Karena untuk struktur Nahdlatul Ulama sendiri saja itu ada jajaran kepengurusan mulai di tingkat pusat PBNU, provinsi PWNU, kabupaten kota PCNU, kecamatan MWC, kemudian desa Ranting. Dan kami sudah hitung, Pak Menteri, jumlah personil kepengurusan dari pusat sampai ke desa di seluruh Indonesia ini di lingkungan organisasi NU sendiri, itu tidak kurang dari 2 juta orang pengurus. Mereka harus kita kelola semua.
Padahal di NU ini masih punya apa yang kami sebut sebagai badan-badan otonom yang dulu disebut organisasi-organisasi underbow, seperti Muslimat, Ansor, Fatayat, IPNU, IPPNU, dan lain-lain. Kami punya 14 organisasi semacam itu, dengan sebagian besar struktur yang sama dengan NU. Jadi, menjadi mirror structure dari NU. Kalau NU ini jumlah personelnya 2 juta, itu masing-masing banom itu jumlah personelnya 2 juta juga.

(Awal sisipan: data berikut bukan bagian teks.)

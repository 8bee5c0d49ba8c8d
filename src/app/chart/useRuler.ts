import { useEffect, useLayoutEffect, useRef, useState } from 'preact/hooks';

/** Width until the window has been measured: a phone of 390 pixels beside the overview. */
const FIRST_WIDTH = 302;

/** Keeps a scroll position and a thickness in step, at one pixel a nanometre; the width is the window's, pixels. */
export function useRuler(at: number, endNm: number, onMove: (nm: number) => void) {
  const scroller = useRef<HTMLDivElement>(null);
  const [width, setWidth] = useState(FIRST_WIDTH);
  const clamp = (nm: number) => Math.min(endNm, Math.max(0, Math.round(nm)));
  useLayoutEffect(() => {
    const element = scroller.current;
    if (!element) return;
    const observer = new ResizeObserver(() => setWidth(element.clientWidth));
    observer.observe(element);
    return () => observer.disconnect();
  }, []);
  /** What our own scrolling last said. The page draws later than the finger moves: an older reading must not pull back. */
  const said = useRef<number | null>(null);
  useEffect(() => {
    if (!scroller.current || at === said.current) return;
    said.current = at;
    scroller.current.scrollTop = at;
  }, [at]);
  return {
    scroller,
    width,
    goTo: (nm: number) => onMove(clamp(nm)),
    onScroll: () => {
      if (!scroller.current) return;
      const now = clamp(scroller.current.scrollTop);
      // The echo of our own scrolling says nothing new, and may come after a key has already asked for another place.
      if (now === said.current) return;
      said.current = now;
      onMove(now);
    },
  };
}
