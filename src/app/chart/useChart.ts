import { useEffect, useState } from 'preact/hooks';
import { Cancelled, type ChartView } from '../../engine/contract.ts';
import type { Engine } from '../../engine/engine.client.ts';
import type { ChartSetup } from './setupWords.ts';

/** A slider that is being dragged asks for many charts; only the one it rests on is worked out. */
const REST_MS = 120;

export interface ChartState {
  /** The chart last worked out, with the set-up it holds for: never shown under another one. */
  readonly drawn: { readonly view: ChartView; readonly setup: ChartSetup } | null;
  readonly isBusy: boolean;
  readonly failure: string | null;
  readonly again: () => void;
}

/** Asks the engine for the chart of a set-up and keeps the last one until the next is there. */
export function useChart(engine: Engine, setup: ChartSetup, reachNm: number): ChartState {
  const [drawn, setDrawn] = useState<ChartState['drawn']>(null);
  const [isBusy, setBusy] = useState(true);
  const [failure, setFailure] = useState<string | null>(null);
  const [tries, setTries] = useState(0);
  useEffect(() => {
    let isStale = false;
    setBusy(true);
    const rest = setTimeout(
      () => {
        engine.chart(setup, reachNm).promise.then(
          (view) => {
            if (isStale) return;
            setDrawn({ view, setup });
            setFailure(null);
            setBusy(false);
          },
          (error: unknown) => {
            if (isStale || error instanceof Cancelled) return;
            setFailure(error instanceof Error ? error.message : String(error));
            setBusy(false);
          },
        );
      },
      drawn ? REST_MS : 0,
    );
    // Not cancelled: that would end the workers, and with them a photo being measured.
    return () => {
      isStale = true;
      clearTimeout(rest);
    };
  }, [engine, setup, reachNm, tries]);
  return { drawn, isBusy, failure, again: () => setTries((count) => count + 1) };
}
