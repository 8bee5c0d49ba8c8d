import { useMemo } from 'preact/hooks';
import type { ChartView } from '../../engine/contract.ts';
import { chartEndNm } from './chartSvg.ts';
import type { LikeColour } from './likeColours.ts';
import { strips } from './rulerColumn.ts';

const STRIPS = 400;

/** The whole ruler at a glance, with the reading and its like colours marked; a tap goes there. */
export function Overview({
  view,
  at,
  alike,
  onMove,
}: {
  readonly view: ChartView;
  readonly at: number;
  readonly alike: readonly LikeColour[];
  readonly onMove: (nm: number) => void;
}) {
  const endNm = chartEndNm(view);
  const drawing = useMemo(
    () =>
      strips(view, { fromNm: 0, toNm: endNm, x: 12, y: 0, width: 28, height: 1000 }, STRIPS)
        .map(({ text }) => text)
        .join(''),
    [view, endNm],
  );
  const top = (nm: number) => `${(100 * nm) / endNm}%`;
  return (
    // The ruler is the control for keys and screen readers; this is a shortcut for the thumb.
    <div
      class="chart-overview"
      aria-hidden="true"
      onClick={(event) => {
        const box = event.currentTarget.getBoundingClientRect();
        onMove(Math.round((endNm * (event.clientY - box.top)) / box.height));
      }}
    >
      <svg viewBox="0 0 48 1000" preserveAspectRatio="none" dangerouslySetInnerHTML={{ __html: drawing }} />
      <i
        class="chart-range"
        style={{
          top: top(view.resolvableNm.fromNm),
          bottom: `${100 - (100 * view.resolvableNm.toNm) / endNm}%`,
        }}
      />
      {alike.map(({ thicknessNm }) => (
        <i key={thicknessNm} class="chart-alike" style={{ top: top(thicknessNm) }} />
      ))}
      <i class="chart-here" style={{ top: top(at) }} />
    </div>
  );
}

Jadi tinggal ngitung itu, 19×2 juta. Ini organisasi yang raksasa, dan ini, teman-teman peserta Digital Leadership Academy kali ini, akan menjadi yang pertama dari angkatan kepemimpinan Nahdlatul Ulama yang akan memimpin permulaan dari strategi transformasi digital kita.
Sekali lagi, terima kasih. Dan saya harap kepada, khususnya para peserta ini, untuk menyediakan dedikasi sepenuhnya untuk program ini, karena ini nanti akan sangat kita butuhkan di dalam menyukseskan agenda transformasi digital Nahdlatul Ulama. Terima kasih.
Wallāhul muwaffiq ilā aqwāmith tharīq. Wassalāmualaikum warahmatullāh wabarakātuh.
(Transkip Sambutan Ketua Umum PBNU KH Yahya Cholil Staquf (Gus Yahya) dalam Pembukaan Pelatihan Digital Leadership Transformasi Digital di Lingkungan Nahdlatul Ulama “NU Digdaya” (Digitalisasi Data dan Pelayanan) yang digelar di Pusdiklat Kemenkominfo, Jakarta, 22 – 26 Juli 2024).